The Acer DX900 is the lead device in the company’s range of five mobile phones, labeled the Acer Tempo Smartphone Series. It was announced at the Mobile World Congress during February 2009.

The DX900 is a 2G/3G quad-band Windows Mobile device for professional users. It features dual SIM capabilities for users who want to split business and personal phone usage, or use one SIM in their home country and one when travelling. Significantly one of the SIMs is rated for 3G/data with tri-band UMTS / HSDPA and quad-band GSM support, while the other is 2G tri-band GSM.
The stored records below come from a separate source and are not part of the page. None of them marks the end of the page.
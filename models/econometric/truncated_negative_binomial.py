"""Zero-truncated negative-binomial regression of observed links' counts, quadratic variance (form 2)."""

from __future__ import annotations

from dataclasses import dataclass, replace
from math import inf
from typing import ClassVar

import numpy as np

from steelyard.datasets import Dyads, Floats
from steelyard.models.contract import Convergence, Family, Holdout, Information, Need, Part, Requirements
from steelyard.models.distributions import (
    DispersionForm,
    LogarithmicSeriesLinkLaw,
    NegativeBinomialLaw,
    ZeroTruncatedLaw,
)
from steelyard.models.estimates import Estimate, EstimatePart, Estimates, Status
from steelyard.models.linear_index import LinearIndex, index_estimates, node_pairs, scale_estimate
from steelyard.models.measure import Measure
from steelyard.models.observed_links import observed_links
from steelyard.models.truncated_fit import TruncatedFit, TruncatedForm, fit_truncated_negative_binomial

__all__ = ["FittedTruncatedNegativeBinomial", "TruncatedNegativeBinomialModel"]


@dataclass(frozen=True)
class FittedTruncatedNegativeBinomial:
    """Weight given a link: negative binomial with mean exp(index), given that it is not zero.

    At infinite alpha the index is the log of alpha times the mean, and the law is a logarithmic series.
    """

    index: LinearIndex
    alpha: float
    estimates: Estimates
    n_parameters: int
    convergence: Convergence
    measure: ClassVar[Measure] = Measure.COUNTS

    def expected_weight(self, dyads: Dyads, /) -> Floats:
        return self.distribution(dyads).mean

    def distribution(self, dyads: Dyads, /) -> ZeroTruncatedLaw | LogarithmicSeriesLinkLaw:
        index = self.index.on(dyads)
        if self.alpha == inf:
            return LogarithmicSeriesLinkLaw(index)
        return ZeroTruncatedLaw(NegativeBinomialLaw(np.exp(index), self.alpha, DispersionForm.QUADRATIC))


@dataclass(frozen=True)
class TruncatedNegativeBinomialModel:
    """Counts on observed links, negative binomial given that they are not zero.

    Parameters
    ----------
    covariates : names of the covariates that enter the log of the untruncated mean beside a constant
    """

    covariates: tuple[str, ...]

    name: ClassVar[str] = "truncated_negative_binomial"
    family: ClassVar[Family] = Family.ECONOMETRIC
    part: ClassVar[Part] = Part.WEIGHTS
    measure: ClassVar[Measure] = Measure.COUNTS
    holdouts: ClassVar[frozenset[Holdout]] = frozenset(Holdout)
    directed: ClassVar[frozenset[bool]] = frozenset({True, False})
    information: ClassVar[Information] = Information.COVARIATES
    requires: ClassVar[Requirements] = Requirements(Need.REQUIRED)
    summary: ClassVar[str] = (
        "Counts of observed links are negative binomial with a log-linear mean, given that they are not zero. It "
        "says how heavy a link is and nothing of which links exist; with a law of links it makes a hurdle model."
    )
    formula: ClassVar[str] = (
        "P(w) = N(w) / (1 - N(0)) for w >= 1, N negative binomial with mean m and variance m + alpha m^2, log m = "
        "constant + sum of slope x covariate, given a link"
    )
    parameters: ClassVar[str] = (
        "maximum likelihood; covariates + 1, and alpha unless it is at an edge: 0 (truncated Poisson) or infinity "
        "(logarithmic series, its index the log of alpha m)"
    )
    caution: ClassVar[str] = (
        "m is the mean before truncation, an extrapolation to zeros that the law has not seen: where alpha is "
        "large, m and alpha are hardly told apart, and only the expected weight m / (1 - N(0)) is to be read. "
        "Its estimates depend on the unit of the flows."
    )
    sources: ClassVar[str] = "Cragg (1971); Mullahy (1986)"

    def fit(self, dyads: Dyads, /) -> FittedTruncatedNegativeBinomial:
        """Maximum likelihood on the observed links among these dyads, both edges of alpha included.

        Raises
        ------
        ModelError : too few links
        """
        linked = observed_links(dyads)
        design = linked.design(self.covariates)
        fitted = fit_truncated_negative_binomial(linked.counts, design, node_pairs(linked))
        found = fitted.found
        alpha = _alpha(fitted)
        convergence = found.convergence
        if alpha.status is Status.BOUNDARY:
            edge = "0" if alpha.value == 0.0 else "infinity"
            said = "; ".join(m for m in (convergence.message, f"alpha at its edge {edge}") if m)
            convergence = replace(convergence, message=said)
        return FittedTruncatedNegativeBinomial(
            index=LinearIndex.of(found, self.covariates),
            alpha=alpha.value,
            estimates=_index_rows(fitted, self.covariates) + Estimates((alpha,)),
            n_parameters=found.rank,
            convergence=convergence,
        )


def _alpha(fitted: TruncatedFit) -> Estimate:
    """The row of alpha."""
    if fitted.form is TruncatedForm.INSIDE:
        return scale_estimate(fitted.found, 1, "alpha", EstimatePart.DISPERSION)
    if fitted.form is TruncatedForm.POISSON:
        value, note = 0.0, "no overdispersion: the maximum is the truncated Poisson law"
    else:
        value, note = inf, "the likelihood rises in alpha without end: the maximum is the logarithmic series"
    return Estimate(EstimatePart.DISPERSION, "alpha", value, {}, Status.BOUNDARY, True, note)


def _index_rows(fitted: TruncatedFit, covariates: tuple[str, ...]) -> Estimates:
    """The rows of the index, the constant saying what it is the constant of at infinite alpha."""
    rows = index_estimates(fitted.found, covariates, EstimatePart.WEIGHTS).rows
    if fitted.form is TruncatedForm.LOGARITHMIC:
        said = "of the log of alpha times the mean before truncation"
        note = "; ".join(n for n in (rows[0].note, said) if n)
        rows = (replace(rows[0], note=note), *rows[1:])
    return Estimates(rows)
The device features a 2.8-inch, 640 x 480 touch screen, which is operated via a stylus. There is a front-mounted VGA camera for video calling and a 3MP autofocus rear-mounted camera. Internal sensors include an accelerometer and a light sensor. Location-based services are provided by SiRFstarIII GPS. Talk time is up to five hours, while standby is up to 150 hours.

The Windows Mobile 6.1 Professional software suite includes access to the Outlook Mobile email client, as well as mobile versions of Internet Explorer, MSN Messenger, Windows Live and Windows Media Player 10.

At launch, the cost of the DX900 was around the £400/€500 mark (excluding tax). It is available in Asia and the European and Middle East markets.